Massachusetts’ Gabby Thomas wins bronze in women’s 200 meters

Thomas was edged by Jamaica’s Elaine Thompson-Herah — who also won gold in the women’s 100 meters — and Namibia’s Christine Mboma.

Petr David Josek
Gabby Thomas, from Florence, Mass., celebrates her bronze medal.

Massachusetts native Gabby Thomas won the bronze medal in the women’s 200 meter final on Tuesday night in Tokyo.

The 24-year-old from Florence was edged by Jamaica’s Elaine Thompson-Herah — who also won gold in the women’s 100 meters — and Namibia’s Christine Mboma.

Thomas, a Harvard grad, entered the Games with the second-fastest time in the event in the world at 21.61, behind only Florence Griffith Joyner’s 21.34 at the 1988 Olympic Games.

But Thompson-Herah took that mantle from Thomas with her 21.53 to win gold. Mboma ran a 21.81; Thomas a 21.87.

Jamaican track legend Shelly-Ann Fraser-Price just missed the podium with a 21.94, coming in fourth place.


Mboma and Beatrice Masilingi, two teenagers from Namibia, blazed into the final just weeks after being barred from the 400-meter race.

They weren’t allowed to run the 400 — their favored event — after tests ordered by track governing body World Athletics found they had high natural testosterone. That meant they fell under the same regulations that have sidelined double Olympic champion Caster Semenya of South Africa in the 800 meters.

But the testosterone rules apply only to races between 400 and the mile, allowing Mboma and Masilingi a chance at the 200 in Tokyo.

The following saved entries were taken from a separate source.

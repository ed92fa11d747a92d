/**
 * The parts list as URL text (calc/mass/layout-text.ts): what the writer refuses, and what the reader
 * says about a text it cannot read, in its own words and limits (200 parts, 20 000 characters).
 * The format is the project's own, so every expected text below is written out by hand from the
 * format description at the top of the module (lengths in mm, masses in g).
 */
import { describe, expect, it } from "vitest";
import { encodeLayout, parseLayout } from "../../../calc/mass/layout-text.ts";
import { MAX_PARTS, type LayoutPart } from "../../../calc/mass/parts.ts";
import { refusal } from "../../support/refusal.ts";

const point = (mass: number, x = 0, name = "p"): LayoutPart => ({ name, shape: { kind: "point" }, mass: { kind: "given", mass }, x, y: 0, z: 0 });

/** The one problem the reader reports for a single-part text. */
const partProblem = (token: string): string => {
  const r = parseLayout(`v1~${token}`);
  expect(r.ok).toBe(false);
  expect(r.parts).toEqual([]);
  expect(r.problems).toHaveLength(1);
  expect(r.problems[0]!.index).toBe(0);
  return r.problems[0]!.reason;
};

describe("writing the parts list as text", () => {
  it(`refuses more than ${MAX_PARTS} parts, and anything that is not a list, by the name "parts"`, () => {
    const many = Array.from({ length: MAX_PARTS + 1 }, () => point(0.01));
    const e = refusal(() => encodeLayout(many));
    expect(e.param).toBe("parts");
    expect(e.message).toBe("parts must be a list of at most 200 parts (got 201)");
    const notList = refusal(() => encodeLayout("pt_a_0_0_0_10" as never));
    expect(notList.param).toBe("parts");
    expect(notList.message).toBe('parts must be a list of at most 200 parts (got "pt_a_0_0_0_10")');
  });

  it(`writes exactly ${MAX_PARTS} parts, one token each`, () => {
    const text = encodeLayout(Array.from({ length: MAX_PARTS }, () => point(0.01)));
    // 0.01 kg = 10 g; every token "pt_p_0_0_0_10".
    expect(text).toBe(`v1${"~pt_p_0_0_0_10".repeat(MAX_PARTS)}`);
  });

  it("names a bad part by its place in the list", () => {
    const bad: LayoutPart = { ...point(0.01), shape: { kind: "annulus", innerRadius: 0.06, outerRadius: 0.05 } };
    const e = refusal(() => encodeLayout([point(0.01), bad]));
    expect(e.param).toBe("parts[1].shape.innerRadius");
    expect(e.message).toBe("parts[1].shape.innerRadius must be less than outerRadius (0.05 m) (got 0.06 m)");
  });
});

describe("reading the parts list back: the whole text", () => {
  it("says a value that is not text must be text, and reads nothing", () => {
    expect(parseLayout(42)).toEqual({ ok: false, version: null, parts: [], problems: [{ index: null, reason: "the layout must be text" }] });
    expect(parseLayout(undefined)).toEqual({ ok: false, version: null, parts: [], problems: [{ index: null, reason: "the layout must be text" }] });
  });

  it("reads a text of up to 20 000 characters and refuses a longer one whole", () => {
    // Surrounding blanks count toward the length but are not part of the layout.
    const longest = `${" ".repeat(19_998)}v1`;
    expect(longest).toHaveLength(20_000);
    expect(parseLayout(longest)).toEqual({ ok: true, version: 1, parts: [], problems: [] });
    expect(parseLayout(` ${longest}`)).toEqual({
      ok: false,
      version: null,
      parts: [],
      problems: [{ index: null, reason: "the layout text is longer than 20000 characters" }],
    });
  });

  it("reads a text with blanks or a line break around it", () => {
    const r = parseLayout("  v1~pt_a_15_0_0_280\n");
    expect(r.ok).toBe(true);
    // 15 mm = 0.015 m, 280 g = 0.28 kg.
    expect(r.parts).toEqual([point(0.28, 0.015, "a")]);
  });

  it('needs the text to start with exactly a version such as "v1", and only one it knows', () => {
    const noVersion = { ok: false, version: null, parts: [], problems: [{ index: null, reason: 'the layout text must start with a version such as "v1"' }] };
    expect(parseLayout("pt_a_0_0_0_1")).toEqual(noVersion);
    expect(parseLayout("xv1~pt_a_0_0_0_1")).toEqual(noVersion);
    expect(parseLayout("v1x~pt_a_0_0_0_1")).toEqual(noVersion);
    expect(parseLayout("V1~pt_a_0_0_0_1")).toEqual(noVersion);
    expect(parseLayout("v12~pt_a_0_0_0_1")).toEqual({
      ok: false,
      version: 12,
      parts: [],
      problems: [{ index: null, reason: "version 12 is not known; this reader understands v1" }],
    });
  });

  it(`reads the first ${MAX_PARTS} parts of a longer list and says how many it left out`, () => {
    const r = parseLayout(`v1${"~pt_a_0_0_0_10".repeat(MAX_PARTS + 1)}`);
    expect(r.ok).toBe(false);
    expect(r.parts).toHaveLength(MAX_PARTS);
    expect(r.problems).toEqual([{ index: null, reason: "only the first 200 parts are read (got 201)" }]);
    const full = parseLayout(`v1${"~pt_a_0_0_0_10".repeat(MAX_PARTS)}`);
    expect(full.ok).toBe(true);
    expect(full.parts).toHaveLength(MAX_PARTS);
    expect(full.problems).toEqual([]);
  });
});

describe("reading the parts list back: one part", () => {
  it("reads a point as a shape with no dimensions at all", () => {
    const r = parseLayout("v1~pt_a_0_0_0_10");
    expect(r.parts[0]!.shape).toStrictEqual({ kind: "point" });
  });

  it("names the shapes it knows when it meets another, quoting at most 12 characters of it", () => {
    expect(partProblem("blob_x_0_0_0_1")).toBe('unknown shape "blob"; use one of pt, disk, ring, ann, plate, rod, cyl, lcyl, cust');
    expect(partProblem("abcdefghijklmnopq_x_0_0_0_1")).toMatch(/^unknown shape "abcdefghijkl"; /);
  });

  it("says how many fields a shape needs: five, its dimensions and a mass", () => {
    // pt: shape, name, x, y, z, mass = 6; disk adds its radius = 7; plate adds three = 9.
    expect(partProblem("pt_a_0_0_0")).toBe("a pt part needs 6 fields, got 5");
    expect(partProblem("disk_a_0_0_0_50")).toBe("a disk part needs 7 fields, got 6");
    expect(partProblem("plate_a_0_0_0_50_20")).toBe("a plate part needs 9 fields, got 7");
    expect(partProblem("plate_a_0_0_0_50_20_0")).toBe("a plate part needs 9 fields, got 8");
    expect(partProblem("cust_a")).toBe("a cust part needs 9 fields, got 2");
  });

  it("quotes at most 12 characters of a field that is not a number, and 20 of a mass that is neither grams nor a material", () => {
    expect(partProblem("pt_a_0_0_123456789abcdefgh_10")).toBe('field 5 ("123456789abc") is not a number');
    expect(partProblem("pt_a_0_0_0_abcdefghijklmnopqrstuvwxyz")).toBe('mass "abcdefghijklmnopqrst" is neither a number of grams nor a known material');
  });
});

The two Namibians announced themselves this season with some blistering fast times in the 400 meters, but those performances prompted World Athletics to order testosterone tests at their training base in Italy, the Namibian Olympic committee said. The tests revealed Mboma and Masilingi’s natural testosterone levels were higher than a limit set by the governing body, prompting their ban. The Namibian Olympic committee said the two runners were not aware they had high natural testosterone before the tests.

Athletes affected by the rules can compete in restricted races if they lower their testosterone levels for at least six months before a competition. They have three options to do that: Taking a daily birth control pill, having hormone-blocking injections, or having surgery.

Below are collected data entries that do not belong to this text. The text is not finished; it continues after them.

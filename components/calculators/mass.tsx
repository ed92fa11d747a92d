/**
 * The mass-layout and balance calculator: a parts list editor, the mass properties and a top view
 * of the layout, its balance (static unbalance, balance grade, couple, two-plane correction), a
 * counterweight solver that can add its answer to the list (and take it back), and the sensor's
 * true radius. Explanations live in the chapter; this shows numbers.
 */
import type { ComponentChildren } from "preact";
import { signal, useSignal } from "../calc-ui/reactive.ts";
import { useEffect, useMemo } from "preact/hooks";
import { BALANCE_GRADES, standardBalanceGrade } from "../../calc/mass/balance-grades.ts";
import type { MirrorAxis } from "../../calc/mass/editing.ts";
import { MAX_PARTS } from "../../calc/mass/parts.ts";
import { formatNumber, formatQuantity, fromSI, type QuantityKind, type UnitId, type UnitSystem } from "../../calc/core/units.ts";
import { QuantityField } from "../calc-ui/QuantityField.tsx";
import { Toolbar } from "../calc-ui/Toolbar.tsx";
import { ResultBar } from "../calc-ui/ResultBar.tsx";
import { Verdict } from "../calc-ui/Verdict.tsx";
import { Notices } from "../calc-ui/Notices.tsx";
import { syncWithUrl } from "../calc-ui/url-sync.ts";
import type { Worked } from "../mass/compute.ts";
import { createMassModel, type MassError, type MassModel, type ModeKey, type Snapshot } from "../mass/model.ts";
import { partFields, SHAPE_NAMES, type PartModel } from "../mass/parts.ts";
import { focusLater } from "../mass/focus.ts";
import { TopView } from "../mass/TopView.tsx";
import { linkFor } from "../../calc/core/calculator.ts";
import { form as massCalculator } from "../../calc/calculators/mass.ts";
import { headingDriftForm as headingDrift } from "../../calc/heading/drift-inputs.ts";
import { siteUrl } from "../calc-ui/site.ts";
import { HydrateLater } from "../calc-ui/hydrate-later.ts";

/** The island name: this file's name. */
export const island = "mass";

export interface MassLayoutCalculatorProps {
  /** Element id of the calculator (the link's anchor). */
  id?: string;
  /** The starting parts list, in calc/'s layout text ("v1~…"). */
  layout?: string;
  /** The starting layout's result, worked out at build time (the chapter passes it: model.ts `startingResult`). */
  initial?: Worked | null;
}

const MODE_NAMES: Record<ModeKey, string> = { r: "Mass at a radius", m: "Radius for a mass", p: "Best mounting point" };
// An open card's fields and actions (components/mass/PartEditor.tsx) load when the builder first opens
// a card, or a card opens on an error; closed cards show only their summary line.
const editor = signal<typeof import("../mass/PartEditor.tsx") | null>(null);
const editorFailed = signal(false);
let loadingEditor: Promise<void> | null = null;

/** Loads the part editor (once); resolves when it can render. */
export function loadPartEditor(): Promise<void> {
  loadingEditor ??= import("../mass/PartEditor.tsx").then(
    (module) => {
      editor.value = module;
      editorFailed.value = false;
    },
    () => {
      loadingEditor = null;
      editorFailed.value = true;
    },
  );
  return loadingEditor;
}

type Fmt = (value: number, kind: QuantityKind, unit?: UnitId, significant?: number) => string;

/** Output rows: [label, data-out name, text]. */
function Outs({ rows }: { rows: [ComponentChildren, string, string][] }) {
  return (
    <dl class="results-grid">
      {rows.map(([label, name, text]) => (
        <div key={name}>
          <dt>{label}</dt>
          <dd data-out={name}>{text}</dd>
        </div>
      ))}
    </dl>
  );
}

function PartCard({ model, part, index, id, error, q }: { model: MassModel; part: PartModel; index: number; id: string; error: MassError | null; q: Fmt }) {
  const axis = useSignal<MirrorAxis>("y");
  const pid = `${id}-p${part.key}`;
  const { fields } = part;
  const shape = part.shape.value;
  const names = partFields(shape, part.source.value);
  const mine = error && error.part === index ? error : null;
  const bad = mine || names.some((n) => !fields.readings[n].value.ok);
  const open = part.open.value || !!bad;
  const name = part.name.value;
  const row = model.outcome.value?.balance?.layout.parts[index];
  useEffect(() => {
    if (open) void loadPartEditor();
  }, [open]);
  return (
    <li>
      <details open={open} onToggle={(e) => (part.open.value = (e.currentTarget as HTMLDetailsElement).open)}>
        <summary>
          {index + 1}. {name || "(no name)"}
          <span class="mass-sub">
            {" "}
            · {SHAPE_NAMES[shape]}
            {row ? ` · ${q(row.mass, "mass")}` : ""}
            {bad ? " · check the fields" : ""}
          </span>
        </summary>
        {/* A closed card renders no fields: the page stays light with many parts. */}
        {open ? (
          editor.value ? (
            <editor.value.PartEditor model={model} part={part} index={index} id={id} pid={pid} names={names} mine={mine} bad={!!bad} axis={axis} />
          ) : (
            <p class="mass-card">
              {editorFailed.value ? "The part's fields could not be loaded: reload the page to try again." : "Loading the part's fields…"}
            </p>
          )
        ) : null}
      </details>
    </li>
  );
}
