/**
 * The mass properties of a layout worked by hand for point masses, where every term is plain
 * arithmetic: the centre of mass x̄ = Σmᵢxᵢ/M (centre-of-mass), the moment of inertia about the spin
 * axis Σmᵢ(xᵢ² + yᵢ²) about the origin and about the centre (the parallel-axis theorem
 * I_O = I_G + M·e²: W. Moebs, S. J. Ling, J. Sanny, University Physics vol. 1, OpenStax 2016,
 * §10.5), and the products of inertia Σmᵢ·dxᵢ·dzᵢ, Σmᵢ·dyᵢ·dzᵢ about the centre (the sign
 * convention of calc/mass/properties.ts: positive sums, as for a couple that tilts the rotor).
 */
import { describe, expect, it } from "vitest";
import { CalcInputError, coupleUnbalance, type LayoutPart, MAX_PARTS, massProperties, twoPlaneCorrection } from "#calc";

const point = (name: string, mass: number, x: number, y: number, z: number): LayoutPart => ({
  name,
  shape: { kind: "point" },
  mass: { kind: "given", mass },
  x,
  y,
  z,
});

// 1 kg at (100, 200, 50) mm and 2 kg at (−50, 100, −20) mm.
const TWO = [point("a", 1, 0.1, 0.2, 0.05), point("b", 2, -0.05, 0.1, -0.02)];

describe("mass properties of two point masses, by hand", () => {
  const p = massProperties(TWO);

  it("puts the centre at Σmx/M, Σmy/M, Σmz/M: (0, 133.3, 3.33) mm", () => {
    expect(p.totalMass).toBe(3);
    expect(p.centreX).toBeCloseTo(0, 15);
    expect(p.centreY).toBeCloseTo(0.4 / 3, 15);
    expect(p.centreZ).toBeCloseTo(0.01 / 3, 15);
    expect(p.firstMomentX).toBeCloseTo(0, 15);
    expect(p.firstMomentY).toBeCloseTo(0.4, 15);
    // The centre lies on +y: 133.3 mm off the origin, at +90°.
    expect(p.offset).toBeCloseTo(0.4 / 3, 15);
    expect(p.offsetAngle).toBeCloseTo(Math.PI / 2, 12);
  });

  it("gives Σm(x² + y²) about the origin (0.075 kg·m²) and I_O − M·e² about the centre (0.021 667 kg·m²)", () => {
    expect(p.inertiaAboutOrigin).toBeCloseTo(1 * (0.01 + 0.04) + 2 * (0.0025 + 0.01), 15);
    expect(p.inertiaAboutCentre).toBeCloseTo(0.075 - 3 * (0.4 / 3) ** 2, 15);
  });

  it("gives the products of inertia about the centre (0.007 and 0.004 667 kg·m²) and about the origin", () => {
    const [cy, cz] = [0.4 / 3, 0.01 / 3];
    expect(p.productXZ).toBeCloseTo(1 * 0.1 * (0.05 - cz) + 2 * -0.05 * (-0.02 - cz), 15);
    expect(p.productYZ).toBeCloseTo(1 * (0.2 - cy) * (0.05 - cz) + 2 * (0.1 - cy) * (-0.02 - cz), 15);
    expect(p.productXZ).toBeCloseTo(0.007, 15);
    expect(p.productYZ).toBeCloseTo(0.014 / 3, 15);
    expect(p.productXZAboutOrigin).toBeCloseTo(1 * 0.1 * 0.05 + 2 * -0.05 * -0.02, 15);
    expect(p.productYZAboutOrigin).toBeCloseTo(1 * 0.2 * 0.05 + 2 * 0.1 * -0.02, 15);
  });

  it("lists each part's mass, radius from the origin and share of the mass", () => {
    expect(p.parts.map((q) => [q.name, q.mass, q.ownInertia])).toEqual([
      ["a", 1, 0],
      ["b", 2, 0],
    ]);
    expect(p.parts[0]!.radius).toBeCloseTo(Math.hypot(0.1, 0.2), 15);
    expect(p.parts[1]!.massFraction).toBeCloseTo(2 / 3, 15);
  });
});

describe("mass properties at the edges", () => {
  it("gives a layout centred on the origin no offset angle (0, not the angle of a rounding error)", () => {
    const centred = massProperties([point("a", 1, 0.1, 0, 0), point("b", 1, -0.1, 0, 0)]);
    expect([centred.offset, centred.offsetAngle]).toEqual([0, 0]);
  });

  it("keeps the centre and the shares of masses near the smallest doubles (they are scaled up exactly, then back)", () => {
    const tiny = 1e-160;
    const q = massProperties(TWO.map((part) => ({ ...part, mass: { kind: "given" as const, mass: (part.mass as { mass: number }).mass * tiny } })));
    const p = massProperties(TWO);
    expect(q.totalMass).toBeCloseTo(3 * tiny, 175);
    expect(q.totalMass / tiny).toBeCloseTo(3, 12);
    expect(q.centreY).toBeCloseTo(p.centreY, 15);
    expect(q.centreZ).toBeCloseTo(p.centreZ, 15);
    expect(q.firstMomentY / tiny).toBeCloseTo(p.firstMomentY, 12);
    expect(q.parts[1]!.massFraction).toBeCloseTo(2 / 3, 15);
  });

  it("gives both first moments of masses near the smallest doubles back in kg·m, scaled down again", () => {
    // One part of 1e-160 kg at (100, 200) mm: Σ m x = 1e-161 kg·m and Σ m y = 2e-161 kg·m.
    const q = massProperties([point("a", 1e-160, 0.1, 0.2, 0)]);
    expect(q.firstMomentX / 1e-161).toBeCloseTo(1, 12);
    expect(q.firstMomentY / 2e-161).toBeCloseTo(1, 12);
  });

  it("gives products of exactly 0 for point masses all at one height, wherever they sit in plan", () => {
    // All at z = 0.5 m: z̄ = Σ m z / M = 0.5 m exactly, so every z − z̄ is 0 and no couple is left, not
    // even a rounding residue (x̄ = 0.1/3 m is not exact, so Σ m (x − x̄) is not exactly 0).
    const p = massProperties([point("a", 1, 0, 0, 0.5), point("b", 1, 0, 0.03, 0.5), point("c", 1, 0.1, 0, 0.5)]);
    expect(p.centreZ).toBe(0.5);
    expect([p.productXZ, p.productYZ]).toEqual([0, 0]);
  });

  it(`takes up to ${MAX_PARTS} parts and refuses an empty list or one more`, () => {
    const many = Array.from({ length: MAX_PARTS }, (_, i) => point(`p${i}`, 0.01, 0.001 * i, 0, 0));
    expect(massProperties(many).parts).toHaveLength(MAX_PARTS);
    expect(() => massProperties([...many, point("extra", 0.01, 0, 0, 0)])).toThrow(CalcInputError);
    expect(() => massProperties([...many, point("extra", 0.01, 0, 0, 0)])).toThrow(`parts must be a list of 1 to ${MAX_PARTS} parts (got ${MAX_PARTS + 1})`);
    expect(() => massProperties([])).toThrow(`parts must be a list of 1 to ${MAX_PARTS} parts (got 0)`);
  });
});

describe("unbalance corrections worked by hand (rigid-rotor-unbalance)", () => {
  it("points the couple along its products of inertia: I_yz alone lies at +90°", () => {
    const c = coupleUnbalance({ productXZ: 0, productYZ: 1e-5, angularSpeed: 100 });
    expect(c.couple).toBe(1e-5);
    expect(c.moment).toBeCloseTo(100 ** 2 * 1e-5, 15);
    expect(c.angle).toBeCloseTo(Math.PI / 2, 12);
    expect(coupleUnbalance({ productXZ: 0, productYZ: 0, angularSpeed: 100 }).angle).toBe(0);
  });

  it("balances 10 g at (0, 50 mm, 10 mm) with 7.5 g and 2.5 g at −90° in planes at 5 and 25 mm, r = 50 mm", () => {
    // First moment m·y = 5e-4 kg·m, product m·y·z = 5e-6 kg·m²; the two corrections must cancel both:
    // U₁ + U₂ = −5e-4 and U₁·z₁ + U₂·z₂ = −5e-6 give U₁ = −3.75e-4, U₂ = −1.25e-4 kg·m.
    const fix = twoPlaneCorrection({ firstMomentX: 0, firstMomentY: 5e-4, productXZ: 0, productYZ: 5e-6, planeZ1: 0.005, planeZ2: 0.025, radius: 0.05 });
    expect(fix.lower.mass).toBeCloseTo(0.0075, 15);
    expect(fix.upper.mass).toBeCloseTo(0.0025, 15);
    expect(fix.lower.angle).toBeCloseTo(-Math.PI / 2, 12);
    expect(fix.upper.angle).toBeCloseTo(-Math.PI / 2, 12);
    expect([fix.lower.z, fix.upper.z]).toEqual([0.005, 0.025]);
    // After the corrections: no first moment and no product left.
    expect(5e-4 + fix.lower.mass * fix.lower.y + fix.upper.mass * fix.upper.y).toBeCloseTo(0, 15);
    expect(5e-6 + fix.lower.mass * fix.lower.y * 0.005 + fix.upper.mass * fix.upper.y * 0.025).toBeCloseTo(0, 15);
  });
});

The testosterone rules, which were introduced in 2018, affect female athletes with conditions referred to as differences of sex development, or DSDs. Those athletes have testosterone levels that are higher than the typical range for females, World Athletics said, and are deemed to give them an unfair advantage over other female athletes.

One of the many criticisms of the rules is that they’re inconsistent because they only apply to certain race distances. World Athletics scientists have not been able to determine whether increased testosterone has a meaningful impact in distances outside the 400-meter to 1-mile range.

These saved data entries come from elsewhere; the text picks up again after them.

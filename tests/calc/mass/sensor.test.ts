/**
 * The sensor's true radius (calc/mass/sensor.ts) at its edges: the figures derived from the rate
 * ratio, a sensor right on the spin axis, a single axis that reads nothing, and the refusals (each
 * names the field, its value and SI unit, as the page shows them). Formulas from the function's
 * documentation (openstax-college-physics, a = ω²r): ω̂/ω = √(r/r̂), drift 2π(√(r/r̂) − 1) per turn.
 */
import { describe, expect, it } from "vitest";
import { trueSensorRadius } from "#calc";
import { refusal } from "../../support/refusal.ts";

describe("figures derived from the rate ratio", () => {
  it("gives the rate error and the single axis's drift of a sensor 32 mm out with the centre of mass 2 mm beyond it", () => {
    // r = 34 mm, r̂ = 32 mm: ω̂/ω − 1 = √(34/32) − 1 = 0.030776; the axis aimed at the centre reads the
    // whole acceleration here (the offset is radial), so its drift is the same 2π × 0.030776 = 0.19337 rad.
    const s = trueSensorRadius({ centreX: 0.002, centreY: 0, sensorX: -0.032, sensorY: 0 });
    expect(s.rateError).toBeCloseTo(Math.sqrt(34 / 32) - 1, 15);
    expect(s.rateError).toBeCloseTo(0.030776, 6);
    expect(s.singleAxis!.driftPerRevolution).toBeCloseTo(2 * Math.PI * (Math.sqrt(34 / 32) - 1), 15);
    expect(s.singleAxis!.driftPerRevolution).toBeCloseTo(0.19337, 5);
  });

  it("shows a sensor right on the spin axis reading nothing: rate ratio 0, the estimate losing a full turn per turn, and no misalignment", () => {
    // Sensor at (−30, −40) mm and the centre of mass there too: r = 0, r̂ = 50 mm.
    const s = trueSensorRadius({ centreX: -0.03, centreY: -0.04, sensorX: -0.03, sensorY: -0.04 });
    expect([s.radiusTrue, s.rateRatio, s.rateError]).toEqual([0, 0, -1]);
    expect(s.difference).toBeCloseTo(-0.05, 15);
    expect(s.driftPerRevolution).toBeCloseTo(-2 * Math.PI, 15);
    // No direction to the true centre: 0, not the 180° that atan2(0, −0) would give.
    expect(s.axisMisalignment).toBe(0);
    expect(s.singleAxis).toBeNull();
  });

  it("has no single-axis reading when the centre of mass lies square to the sensor's axis at its own depth", () => {
    // Sensor at (30, 0) mm, centre of mass at (30, 10) mm: the radial component r̂ − c·p̂ = 30 − 30 = 0.
    const s = trueSensorRadius({ centreX: 0.03, centreY: 0.01, sensorX: 0.03, sensorY: 0 });
    expect(s.radiusTrue).toBeCloseTo(0.01, 15);
    expect(s.singleAxis).toBeNull();
  });
});

describe("refusals of the sensor radius", () => {
  it("refuses a sensor at the geometric centre, naming sensorX in m", () => {
    const error = refusal(() => trueSensorRadius({ centreX: 0.001, centreY: 0, sensorX: 0, sensorY: 0 }));
    expect([error.param, error.value, error.unit]).toEqual(["sensorX", 0, "m"]);
    expect(error.message).toBe("sensorX must be a sensor position away from the geometric centre (radius greater than 0 m) (got 0 m)");
  });

  it("names the sensor coordinate so close to the centre that the rate ratio passes the largest double", () => {
    // r/r̂ = 1 m / 1e-315 m = 1e315, past the largest double (about 1.8e308).
    const x = refusal(() => trueSensorRadius({ centreX: 1, centreY: 0, sensorX: 1e-315, sensorY: 0 }));
    expect([x.param, x.value, x.unit]).toEqual(["sensorX", 1e-315, "m"]);
    expect(x.message).toBe("sensorX must be large enough for the rate ratio to stay finite (got 1e-315 m)");
    const y = refusal(() => trueSensorRadius({ centreX: 0, centreY: 1, sensorX: 0, sensorY: 1e-315 }));
    expect([y.param, y.value, y.unit]).toEqual(["sensorY", 1e-315, "m"]);
    expect(y.message).toBe("sensorY must be large enough for the rate ratio to stay finite (got 1e-315 m)");
  });
});
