import { describe, expect, it } from "vitest";
import { checkPart, partMass, partOwnInertia, partVolume, type LayoutPart } from "../../../calc/mass/parts.ts";
import { encodeLayout, parseLayout } from "../../../calc/mass/layout-text.ts";
import { partOutline } from "../../../calc/mass/drawing.ts";
import { CalcInputError } from "../../../calc/core/errors.ts";

const lying = (radius: number, length: number, angle = 0, mass = 2): LayoutPart => ({
  name: "drive motor",
  shape: { kind: "lyingCylinder", radius, length, angle },
  mass: { kind: "given", mass },
  x: 0,
  y: 0.04,
  z: 0.0175,
});

describe("a cylinder lying in the spin plane: reference checks", () => {
  it.each([
    {
      source: "Web-Formulas, Moment of Inertia",
      locator: "cylinder about a diameter through its centre, MR²/4 + ML²/12",
      inputs: { mass: 2, radius: 0.05, length: 0.2 },
      // 2 × 0.05²/4 + 2 × 0.2²/12 = 0.00125 + 0.0066667, worked by hand from the formula.
      expected: 0.007916666667,
      rtol: 1e-9,
      note: "an exact formula: the tolerance only covers rounding in the last digit",
    },
    {
      source: "Web-Formulas, Moment of Inertia",
      locator: "the same formula as a rod (bar ML²/12) as R → 0",
      inputs: { mass: 1, radius: 1e-6, length: 0.3 },
      expected: 0.0075,
      rtol: 1e-9,
      note: "bar ML²/12 = 0.0075 kg·m²; the radius adds 2.5e-13",
    },
  ])("$source, $locator", ({ inputs, expected, rtol }) => {
    const I = partOwnInertia(lying(inputs.radius, inputs.length, 0.3, inputs.mass)).inertiaZ;
    expect(Math.abs(I - expected) / expected).toBeLessThanOrEqual(rtol);
  });
});

describe("a cylinder lying in the spin plane: behaviour", () => {
  it("gives a radially lying drive motor its true inertia, where a rod of its length gives 0.6 of it (the review's case)", () => {
    // Length about 2.12 radii: 3R² = (2/3)L², so L²/12 is 0.6 of (3R² + L²)/12.
    const radius = 0.014;
    const length = radius * Math.sqrt(4.5);
    const asCylinder = partOwnInertia(lying(radius, length, Math.PI / 2, 0.075)).inertiaZ;
    const asRod = partOwnInertia({ ...lying(radius, length, 0, 0.075), shape: { kind: "rod", length, angle: Math.PI / 2 } }).inertiaZ;
    expect(asRod / asCylinder).toBeCloseTo(0.6, 12);
  });

  it("has no products of inertia of its own, at any direction (its axis is horizontal)", () => {
    for (const angle of [0, 0.7, Math.PI / 2, -2]) expect(partOwnInertia(lying(0.01, 0.03, angle))).toMatchObject({ productXZ: 0, productYZ: 0 });
  });

  it("takes its volume from its own length (π R² L), ignoring a thickness", () => {
    const part: LayoutPart = { ...lying(0.01, 0.05), mass: { kind: "material", material: "al-6061-t6" } };
    expect(partVolume(part)).toBeCloseTo(Math.PI * 0.01 ** 2 * 0.05, 15);
    expect(partMass(part)).toBeGreaterThan(0);
  });

  it("is drawn from above as a rectangle, its length along its direction and its diameter across", () => {
    const o = partOutline({ ...lying(0.01, 0.04, Math.PI / 2), x: 0.1, y: 0 });
    expect(o.kind).toBe("polygon");
    const corners = (o as unknown as { corners: [number, number][] }).corners;
    expect(corners[0]![0]).toBeCloseTo(0.11, 12);
    expect(corners[0]![1]).toBeCloseTo(-0.02, 12);
  });

  it("round-trips through the layout text, and the text of older layouts still reads as before", () => {
    const parts = [
      lying(0.014, 0.03, Math.PI / 2, 0.075),
      { ...lying(0.01, 0.05, 0.25), mass: { kind: "material" as const, material: "al-6061-t6" as const } },
    ];
    const text = encodeLayout(parts);
    expect(text).toBe("v1~lcyl_drive%20motor_0_40_17.5_14_30_90_75~lcyl_drive%20motor_0_40_17.5_10_50_14.32394487827058_al-6061-t6");
    expect(parseLayout(text)).toMatchObject({ ok: true, parts });
    const old = "v1~disk_body_0_0_2_70_al-6061-t6_5~cyl_motor_0_40_17.5_14_25_75~pt_battery_15_0_12_280";
    expect(parseLayout(old)).toMatchObject({ ok: true, problems: [] });
    expect(parseLayout(old).parts.map((p) => p.shape.kind)).toEqual(["disk", "cylinder", "point"]);
  });

  it("names the dimension that is out of range", () => {
    for (const [shape, param] of [
      [{ kind: "lyingCylinder", radius: 0, length: 0.03, angle: 0 }, "part.shape.radius"],
      [{ kind: "lyingCylinder", radius: 0.01, length: -1, angle: 0 }, "part.shape.length"],
      [{ kind: "lyingCylinder", radius: 0.01, length: 0.03, angle: 100 }, "part.shape.angle"],
    ] as const) {
      let caught: unknown;
      try {
        checkPart({ ...lying(0.01, 0.03), shape });
      } catch (error) {
        caught = error;
      }
      expect(caught).toBeInstanceOf(CalcInputError);
      expect((caught as CalcInputError).param).toBe(param);
    }
  });
});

The issue was a major controversy at the 2016 Olympics in Rio de Janeiro, when all three medalists in the women’s 800 meters — Semenya, Francine Niyonsaba and Margaret Wambui — were later barred from that event because of high natural testosterone levels.

Thomas ran her record time at the US Track and Field Trials in June.

“I was not expecting that, so it was a really crazy moment,” she said last month. “I just felt like a different athlete.”

Information from the Associated Press was used in this report.